В нем прекрасно продуман сюжет и последовательность событий. Кроме того, в этом произведении Говард превзошел самого себя в качестве стилиста. Для примера можно привести хотя бы такой абзац: — Слегка колыхались тяжелые бархатные портьеры; пламя свечей мерцало, отбрасывая на стены пляшущие черные тени. Между тем в зале не было даже слабого движения воздуха. Вокруг сгола черного дерева, на котором покоился саркофаг из резного зеленого нефрита, стояли четверо мужчин. У каждого из них в воздетой правой руке горела странным зеленоватым пламенем черная свеча причудливой формы. Ночь окутывала мир, и ветер безумно стонал в верхушках черных деревьев-.
Сцена обрисована быстрыми, уверенными, широкими мазками. Ощущение напряжения, граничащего с ужасом, создается таинственным дрожанием пламени свечей, теней и портьер, зрелищем нефритового саркофага и необычных черных свечей, звуками завывающего ветра. И обо всем этом мы узнаем из пяти предложений, живость которым придает повторение слова «черный» — черные тени, стол черного дерева, черные свечи, ночь, черные деревья; как противоположность им мерцает призрачный зеленоватый свет. Напряжение усиливают странные люди, участвующие в церемонии. Любой читатель почувствует в этом эпизоде руку мастера; любой писатель, прочитав филигранно написанный отрывок, ощутит укол зависти. А когда мы вспоминаем, что Говард был самоучкой, наше восхищение увеличивается в сотни раз.
Последняя из законченных историй о Конане была опубликована только после смерти Говарда. «Гвозди с красными шляпками» появились в июльском, августовском и сентябрьском выпусках 1936 года. Говард писал об этом рассказе Лавкрафту:
«Последний длинный рассказ о Конане, который я продал в „Сверхъестественные истории“, — и, возможно, моя последняя фантастическая повесть — состоял из трех частей; в нем больше крови и секса, чем в любом другом. Меня не устраивало, как я раньше трактовал проблему вырождающихся народов, поскольку вырождение настолько характерно почти для всех наций что не упоминать о нем невозможно даже в художественной литературе, если она претендует на сходство с реальностью Если ты все-таки прочтешь рассказ, я бы хотел узнать, что ты думаешь о моем подходе к теме лесбийской любви».
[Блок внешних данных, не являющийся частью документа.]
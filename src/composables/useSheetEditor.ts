import { onScopeDispose, watch } from 'vue'
import { legendEntries, legendEntryOf, type LegendEntry } from '@shared/symbols/legend-entries'
import type { XY } from '@shared/units'
import { Editor } from '@/editor/editor'
import type { EditorHost, Pen } from '@/editor/host'
import type { CursorShape, MapPort } from '@/editor/map-port'
import type { SheetMap } from '@/map/sheet-map'
import { newId } from '@/offline/new-id'
import { keepSketch, readKeptSketch } from '@/stores/kept-sketch'
import { useSessionStore } from '@/stores/session'
import { useSheetStore } from '@/stores/sheet'
import { isUnitPen, useWorkplaceStore } from '@/stores/workplace'

/** What browsers call the pointer's shapes. */
const cursors: Record<CursorShape, string> = {
  default: 'default',
  pointer: 'pointer',
  crosshair: 'crosshair',
  move: 'move',
  grabbing: 'grabbing',
}

/** The editor of the open sheet, between the map and the stores: gestures become edits through the one door. */
export function useSheetEditor(map: SheetMap) {
  const sheet = useSheetStore()
  const workplace = useWorkplaceStore()
  const session = useSessionStore()

  const neatline = (sheet.sheet?.neatline ?? []).map(([east, north]): XY => [east, north])
  const owner = { account: session.account?.id ?? '', sheet: sheet.sheet?.number ?? '' }
  const port: MapPort = {
    metresPerPx: () => map.metresPerPx(),
    linesNear: (at, radius) => [
      ...map.linesNear(at, radius).map((item) => ({ id: item.id, line: item.geometry.coordinates })),
      { id: null, line: neatline },
    ],
    pointsNear: (at, radius) =>
      map.pointsNear(at, radius).map((item) => ({ id: item.id, at: item.geometry.coordinates })),
    pick: (at) => map.pick(at).map((item) => item.id),
    show: (sketch) => map.setMarks({ sketch }),
    cursor: (shape) => map.setCursor(cursors[shape]),
  }

  const heldEntry = (): LegendEntry | null => {
    const held = workplace.drawWith
    return held && !isUnitPen(held) ? held : null
  }

  function pen(): Pen | null {
    const held = workplace.drawWith
    if (!held) return null
    if (!isUnitPen(held)) return { kind: held.kind, title: held.title, properties: { ...held.properties } }
    const unit = sheet.get(held.unit)
    if (unit?.kind !== 'unit') return null
    return {
      kind: 'unit-label',
      title: `Label of ${unit.properties.name}`,
      properties: { unit: unit.id },
    }
  }

  /** Row of the legend that explains what the pointer is on. */
  function entryOf(id: string | undefined): string | null {
    const item = id === undefined ? undefined : sheet.get(id)
    if (!item) return null
    return item.kind === 'unit-label' ? item.properties.unit : (legendEntryOf(item)?.id ?? null)
  }

  const host: EditorHost = {
    item: sheet.get,
    selected: () => workplace.selected,
    select: workplace.select,
    hover: (ids) => workplace.hoverOnMap(ids, entryOf(ids[0])),
    commit(draft) {
      const outcome = sheet.commit(draft.label, draft.edits)
      return outcome.outcome === 'done' ? null : outcome.errors.map((error) => error.detail).join(' ')
    },
    pen,
    keepSketch(line) {
      const entry = heldEntry()
      if (entry) keepSketch(owner, line.length > 0 ? { entry: entry.id, line: [...line] } : null)
    },
    keptSketch() {
      const kept = readKeptSketch(owner)
      return kept && kept.entry === heldEntry()?.id ? kept.line : []
    },
    askReading: (at) => (workplace.pendingReadingPlace = at),
    say: (sentence) => (workplace.hint = sentence),
    isSnapping: () => workplace.snapping,
    readOnly: () => sheet.readOnly,
    convergenceAt: (xy) => sheet.projection?.convergenceAt(xy) ?? 0,
    newId,
  }

  const editor = new Editor(port, host, (error) => {
    // The person is told by the hint; the cause goes to whoever watches for errors, as an uncaught one would.
    reportError(error)
    workplace.choose('select')
  })
  watch([() => workplace.tool, () => workplace.drawWith], () => editor.take(workplace.tool))
  takeUp()

  /** Goes on with the instrument that is held, or with the line that was left unfinished. */
  function takeUp(): void {
    const kept = sheet.readOnly === null ? readKeptSketch(owner) : null
    const entry = kept && legendEntries.find(({ id }) => id === kept.entry)
    if (entry && heldEntry()?.id !== entry.id) workplace.draw(entry)
    else if (workplace.tool !== 'select') editor.take(workplace.tool)
  }

  watch([() => sheet.itemsVersion, () => workplace.selected], () => editor.refresh())
  onScopeDispose(() => editor.close())
  return editor
}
Под «вырождением» Говард имел в виду гомосексуализм. В то время была широко распространена идея, что вырождение нации напрямую связано с этим отклонением от норм человеческого бытия (сейчас исследователи-социологи считают, что это весьма спорный вопрос). Роберт Говард не был совершенным профаном в этом вопросе. Когда он встречался с Новэлин Прайс, он подарил ей книгу рассказов, написанную Пьером Лойи; среди них был один, который назывался «Король Паусол». Говард заметил, что только француз мог так деликатно подойти к теме лесбийской любви.
В рассказе «Гвозди с красными шляпками» — по крайней мере, в опубликованном варианте — имеется разве что слабый намек на лесбийскую любовь.
Рассказ начинается с того, что Валерия, высокая юная аквилонка, бежит из стигийского военного лагеря, где она служила наемным солдатом и, помимо всего прочего, убила домогавшегося ее офицера. Конан следует за ней. Вместе они одерживают победу над чудовищной рептилией, выжившей еще со времен мезозойской эры, а затем обнаруживают выложенные нефритом залы и подземные переходы доисторического города с псевдоацтекским названием. Здесь они становятся свидетелями и участниками борьбы двух враждующих между собой кланов.
Несмотря на стройный и законченный сюжет рассказа, это, несомненно (как признавал и сам Говард), «самый жестокий, мрачный, кровавый и безжалостный рассказ из всей серии». Действительно, от него настолько веет жестокостью, что его не столь занятно читать, как остальные истории о Конане, несмотря на главную идею: кровавые распри не только бессмысленны, но и губительны для обеих враждующих сторон.
В тот период Говард серьезно намеревался отойти от фантастической литературы. В письмах к Лавкрафту и Дерлету, написанных за полгода до его смерти, он объяснял, что платят за такие произведения ничтожные гроши и отныне он решил заняться вестернами или писать об истории Запада. С нескрываемой грустью Говард добавлял: «Мне ненавистна мысль о том, что я больше не вернусь к моим фантастическим рассказам, но сейчас у меня на первое место выходят финансовые нужды, которые заслонили собой все остальное. Жалкие гонорары помимо моей воли вынуждают меня писать на другие темы».